A Data Augmentation approach to Automated Readability Assessment





Natural Language Processing, Synonym Replacement, Back-translation, Data Augmentation, Automatic Readability Assessment


Studies about how to measure text readability reassemble the last century. Nonetheless, there is no consensus on which could be the best metrics. Tools regarding the field of Natural Language Processing (NLP) may support this task but are dependent on a high number of samples for training, and that is a bottleneck to its advancement. The main goal of this paper is to analyze the impact of a couple of data augmentation (DA) methods to support the readability classification task in Brazilian Portuguese (BP) to mitigate the bottleneck problem. In this sense, we worked on a paired and classified corpus created by linguists. The corpus is about science, and each text contemplates its original and simplified versions. About the methodology, we considered two agnostic tasks: synonym replacement and back-translation and evaluated 75 models with different techniques and combinations of input features.
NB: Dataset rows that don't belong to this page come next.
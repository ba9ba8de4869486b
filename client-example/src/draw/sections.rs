//! Sections along picked ropes: height over the way in plan, and below it how far the rope has moved.

use super::frame::{self, rule, ticks};
use super::{HAIR, INK, MUTED, Sketch, pick};
use crate::escape::markup;
use crate::number::{clean, three};
use crate::run::{Run, State};

const WIDTH: f64 = 1200.0;
const LEFT: f64 = 92.0;
const RIGHT: f64 = 930.0;
/// Height of a shape: enough for the key beside it, and no more than a sheet bears.
const SHAPE: [f64; 2] = [170.0, 460.0];
const USUAL: f64 = 230.0;
const MOVE: f64 = 90.0;
const GAP: f64 = 62.0;
/// Colours and dashes of the cases: told apart without colour too.
const CASES: [(&str, &str); 3] = [("#31688e", ""), ("#c2571a", "7 3"), ("#7a3e9d", "2 3")];

/// A rope as seen from the side.
struct Profile<'a> {
    name: &'a str,
    nodes: Vec<usize>,
    /// Way in plan along the reference shape (m).
    way: Vec<f64>,
    reference: Vec<[f64; 3]>,
    cases: Vec<(&'a State, Vec<[f64; 3]>)>,
}

/// Sections through the shape; none without a reference state or ropes of several segments.
pub(crate) fn sections(run: &Run) -> Option<String> {
    let profiles: Vec<Profile> = pick::ropes(run)
        .into_iter()
        .filter_map(|cable| profile(run, cable))
        .collect();
    if profiles.is_empty() {
        return None;
    }
    let mut sketch = Sketch::new();
    let lines = [
        "Reference state and the cases that move each rope most.",
        "Movements are drawn to the scale of the heights, at the places in plan of the reference state.",
    ];
    frame::head(
        &mut sketch,
        &format!("{} · sections along ropes", run.title()),
        &lines.map(|line| (line.to_owned(), MUTED)),
    );
    first_frequencies(&mut sketch, run, &profiles);
    let mut top = 128.0;
    for profile in &profiles {
        let shape = draw(&mut sketch, run, profile, top);
        top += shape + MOVE + GAP + 56.0;
    }
    frame::foot(&mut sketch, run, top);
    Some(sketch.finish(WIDTH, top + 20.0, &format!("{}, sections", run.title())))
}

/// The lowest natural frequency of each state drawn, in the corner, where it was asked for.
fn first_frequencies(sketch: &mut Sketch, run: &Run, profiles: &[Profile]) {
    let mut states = vec!["reference"];
    for (state, _) in profiles.iter().flat_map(|profile| &profile.cases) {
        if !states.contains(&state.id.as_str()) {
            states.push(&state.id);
        }
    }
    let frequencies = states.into_iter().filter_map(|state| {
        let lowest = run.modes_found(state)?.lowest_frequency_hz?;
        Some((state, lowest))
    });
    for (line, (state, lowest)) in (0_u8..4).zip(frequencies) {
        sketch.put(format_args!(
            "<text x=\"{:.0}\" y=\"{:.0}\" text-anchor=\"end\" data-f1-hz=\"{lowest}\">f1 {} Hz <tspan fill=\"{MUTED}\">{}</tspan></text>",
            WIDTH - 36.0,
            44.0 + 18.0 * f64::from(line),
            three(lowest),
            markup(&frame::short(state, 26))
        ));
    }
}

fn profile(run: &Run, cable: usize) -> Option<Profile<'_>> {
    let reference = run
        .reference()
        .filter(|state| state.answered())?
        .vectors("position_m")?;
    let segments = run.cable_segments().swap_remove(cable);
    let mut nodes = vec![run.segments[*segments.first()?].nodes[0]];
    nodes.extend(segments.iter().map(|&segment| run.segments[segment].nodes[1]));
    let mut way = vec![0.0];
    for pair in nodes.windows(2) {
        let (a, b) = (reference[pair[0]], reference[pair[1]]);
        way.push(way.last()? + (b[0] - a[0]).hypot(b[1] - a[1]));
    }
    // A rope that stands upright has no section of this kind.
    if *way.last()? <= 0.0 {
        return None;
    }
    let cases = pick::cases(run, &nodes);
    let cases = cases
        .into_iter()
        .filter_map(|state| Some((state, state.vectors("position_m")?)))
        .collect();
    Some(Profile {
        name: &run.cables[cable],
        nodes,
        way,
        reference,
        cases,
    })
}

fn scale_words(exaggeration: f64) -> String {
    if exaggeration == 1.0 {
        "true to scale".to_owned()
    } else {
        format!("heights drawn {exaggeration} times")
    }
}

fn bounds(values: impl Iterator<Item = f64>) -> (f64, f64) {
    values.fold((f64::INFINITY, f64::NEG_INFINITY), |(low, high), value| {
        (low.min(value), high.max(value))
    })
}

/// Draws a section; returns the height of its shape.
fn draw(sketch: &mut Sketch, run: &Run, profile: &Profile, top: f64) -> f64 {
    let end = *profile.way.last().expect("a rope has nodes");
    let across = (RIGHT - LEFT) / end;
    let all = profile
        .cases
        .iter()
        .map(|(_, positions)| positions)
        .chain([&profile.reference]);
    let heights = all.flat_map(|positions| profile.nodes.iter().map(|&node| positions[node][2]));
    let (low, high) = bounds(heights);
    // True to scale if that is high enough, else the largest round exaggeration that keeps to the usual height. Flattened
    // only where a sheet could not bear the rope.
    let true_height = (high - low).max(1e-3) * across;
    let exaggeration = if true_height > SHAPE[1] {
        frame::round_below(SHAPE[1] / true_height)
    } else {
        frame::round_below((USUAL / true_height).max(1.0)).min(20.0)
    };
    let shape = (true_height * exaggeration + 24.0).max(SHAPE[0]);
    let up = across * exaggeration;
    let middle = f64::midpoint(low, high);
    let x = |way: f64| LEFT + way * across;
    let y = |height: f64| top + shape / 2.0 - (height - middle) * up;

    sketch.put(format_args!(
        "<text x=\"{LEFT}\" y=\"{:.1}\" font-size=\"16\" font-weight=\"600\">{}</text>\
         <text x=\"{RIGHT}\" y=\"{:.1}\" text-anchor=\"end\" fill=\"{MUTED}\">{}</text>",
        top - 16.0,
        markup(&frame::short(&format!("along {}", profile.name), 60)),
        top - 16.0,
        scale_words(exaggeration)
    ));
    for tick in ticks(middle - shape / 2.0 / up, middle + shape / 2.0 / up, 4.0) {
        rule(sketch, [LEFT, y(tick)], [RIGHT, y(tick)]);
        sketch.put(format_args!(
            "<text x=\"{:.1}\" y=\"{:.1}\" text-anchor=\"end\" font-size=\"12\">{}</text>",
            LEFT - 8.0,
            y(tick) + 4.0,
            tick
        ));
    }
    axis_title(sketch, top + shape / 2.0, "height (m)");

    let line = |positions: &[[f64; 3]]| -> String {
        let points = profile
            .nodes
            .iter()
            .zip(&profile.way)
            .map(|(&node, &way)| format!("{:.1},{:.1}", x(way), y(positions[node][2])));
        points.collect::<Vec<_>>().join(" ")
    };
    sketch.put(format_args!(
        "<polyline points=\"{}\" fill=\"none\" stroke=\"{INK}\" stroke-width=\"2.2\"/>",
        line(&profile.reference)
    ));
    for (&node, &way) in profile.nodes.iter().zip(&profile.way) {
        sketch.put(format_args!(
            "<circle cx=\"{:.1}\" cy=\"{:.1}\" r=\"2.4\" data-case=\"reference\" data-node=\"{}\" data-z-m=\"{}\"><title>{}: {} m</title></circle>",
            x(way),
            y(profile.reference[node][2]),
            markup(&run.nodes[node]),
            profile.reference[node][2],
            markup(&run.nodes[node]),
            three(profile.reference[node][2])
        ));
    }
    for ((state, positions), (colour, dash)) in profile.cases.iter().zip(CASES) {
        let dash = if dash.is_empty() {
            String::new()
        } else {
            format!(" stroke-dasharray=\"{dash}\"")
        };
        sketch.put(format_args!("<polyline points=\"{}\" fill=\"none\" stroke=\"{colour}\" stroke-width=\"1.8\"{dash}><title>{}</title></polyline>", line(positions), markup(&state.id)));
    }
    moves(sketch, run, profile, top + shape + 34.0, across);
    key(sketch, profile, top, shape);
    shape
}

/// The movement along the rope (mm), with the largest of each case written at its place.
fn moves(sketch: &mut Sketch, run: &Run, profile: &Profile, top: f64, across: f64) {
    let mm = |positions: &[[f64; 3]], node: usize| {
        let (now, was) = (positions[node], profile.reference[node]);
        pick::size([now[0] - was[0], now[1] - was[1], now[2] - was[2]]) * 1e3
    };
    let all = profile
        .cases
        .iter()
        .flat_map(|(_, positions)| profile.nodes.iter().map(|&node| mm(positions, node)));
    let most = all.fold(0.0, f64::max).max(1e-3);
    let x = |way: f64| LEFT + way * across;
    let y = |value: f64| top + MOVE - value / most * MOVE;
    for tick in ticks(0.0, most, 3.0) {
        rule(sketch, [LEFT, y(tick)], [RIGHT, y(tick)]);
        sketch.put(format_args!(
            "<text x=\"{:.1}\" y=\"{:.1}\" text-anchor=\"end\" font-size=\"12\">{}</text>",
            LEFT - 8.0,
            y(tick) + 4.0,
            tick
        ));
    }
    axis_title(sketch, top + MOVE / 2.0, "moved (mm)");
    let end = *profile.way.last().expect("a rope has nodes");
    for tick in ticks(0.0, end, 8.0) {
        sketch.put(format_args!(
            "<path d=\"M{:.1} {:.1}v5\" stroke=\"{MUTED}\"/><text x=\"{:.1}\" y=\"{:.1}\" text-anchor=\"middle\" font-size=\"12\">{}</text>",
            x(tick),
            top + MOVE,
            x(tick),
            top + MOVE + 19.0,
            tick
        ));
    }
    sketch.put(format_args!(
        "<text x=\"{RIGHT}\" y=\"{:.1}\" text-anchor=\"end\" font-size=\"12\" fill=\"{MUTED}\">way in plan from {} (m)</text>",
        top + MOVE + 36.0,
        markup(&frame::short(&run.nodes[profile.nodes[0]], 40))
    ));
    for ((state, positions), (colour, dash)) in profile.cases.iter().zip(CASES) {
        let points = profile
            .nodes
            .iter()
            .zip(&profile.way)
            .map(|(&node, &way)| format!("{:.1},{:.1}", x(way), y(mm(positions, node))));
        let dash = if dash.is_empty() {
            String::new()
        } else {
            format!(" stroke-dasharray=\"{dash}\"")
        };
        sketch.put(format_args!(
            "<polyline points=\"{}\" fill=\"none\" stroke=\"{colour}\" stroke-width=\"1.8\"{dash}/>",
            points.collect::<Vec<_>>().join(" ")
        ));
        let moves = state.vectors("displacement_m").unwrap_or_default();
        for &node in &profile.nodes {
            let told = moves.get(node).map_or(0.0, |part| pick::size(*part)) * 1e3;
            let place = profile
                .nodes
                .iter()
                .position(|other| *other == node)
                .expect("the node is on the rope");
            sketch.put(format_args!(
                "<circle cx=\"{:.1}\" cy=\"{:.1}\" r=\"2\" fill=\"{colour}\" data-case=\"{}\" data-node=\"{}\" data-moved-mm=\"{}\"/>",
                x(profile.way[place]),
                y(mm(positions, node)),
                markup(&state.id),
                markup(&run.nodes[node]),
                clean(told)
            ));
        }
    }
}

fn axis_title(sketch: &mut Sketch, y: f64, words: &str) {
    sketch.put(format_args!("<text transform=\"translate(30 {y:.1}) rotate(-90)\" text-anchor=\"middle\" font-size=\"12\" fill=\"{MUTED}\">{words}</text>"));
}

/// Which line is which, with the largest movement of each.
fn key(sketch: &mut Sketch, profile: &Profile, top: f64, shape: f64) {
    let x = RIGHT + 24.0;
    sketch.put(format_args!("<path d=\"M{x} {top:.1}h26\" stroke=\"{INK}\" stroke-width=\"2.2\"/><text x=\"{:.1}\" y=\"{:.1}\">reference</text>", x + 34.0, top + 4.5));
    for (number, ((state, _), (colour, dash))) in (1_u8..).zip(profile.cases.iter().zip(CASES)) {
        let y = top + 44.0 * f64::from(number);
        let moves = state.vectors("displacement_m").unwrap_or_default();
        let largest = profile
            .nodes
            .iter()
            .map(|&node| moves.get(node).map_or(0.0, |part| pick::size(*part)))
            .fold(0.0, f64::max);
        let dash = if dash.is_empty() {
            String::new()
        } else {
            format!(" stroke-dasharray=\"{dash}\"")
        };
        sketch.put(format_args!(
            "<path d=\"M{x} {y:.1}h26\" stroke=\"{colour}\" stroke-width=\"2\"{dash}/><text x=\"{:.1}\" y=\"{:.1}\">{}</text>\
             <text x=\"{:.1}\" y=\"{:.1}\" font-size=\"12\" fill=\"{MUTED}\">moves up to {} mm</text>",
            x + 34.0,
            y + 4.5,
            markup(&frame::short(&state.id, 26)),
            x + 34.0,
            y + 21.0,
            three(largest * 1e3)
        ));
    }
    sketch.put(format_args!(
        "<path d=\"M{:.1} {:.1}V{:.1}\" stroke=\"{HAIR}\"/>",
        RIGHT + 10.0,
        top,
        top + shape
    ));
}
For the trained model with the corpus without DA, the best score reached 94.0% of the hit rate. When combining the NILC-Metrix metrics and contextualized word embeddings, the results overtook 95.2%. Compared to other papers applied to the BP, the proposed methodology improved the hit rate considering a distinct training domain. Our results demonstrate that the capacity of DA methods can be equal to or greater than those trained without augmentation and, at the same time, present greater generalization when applied to other domains.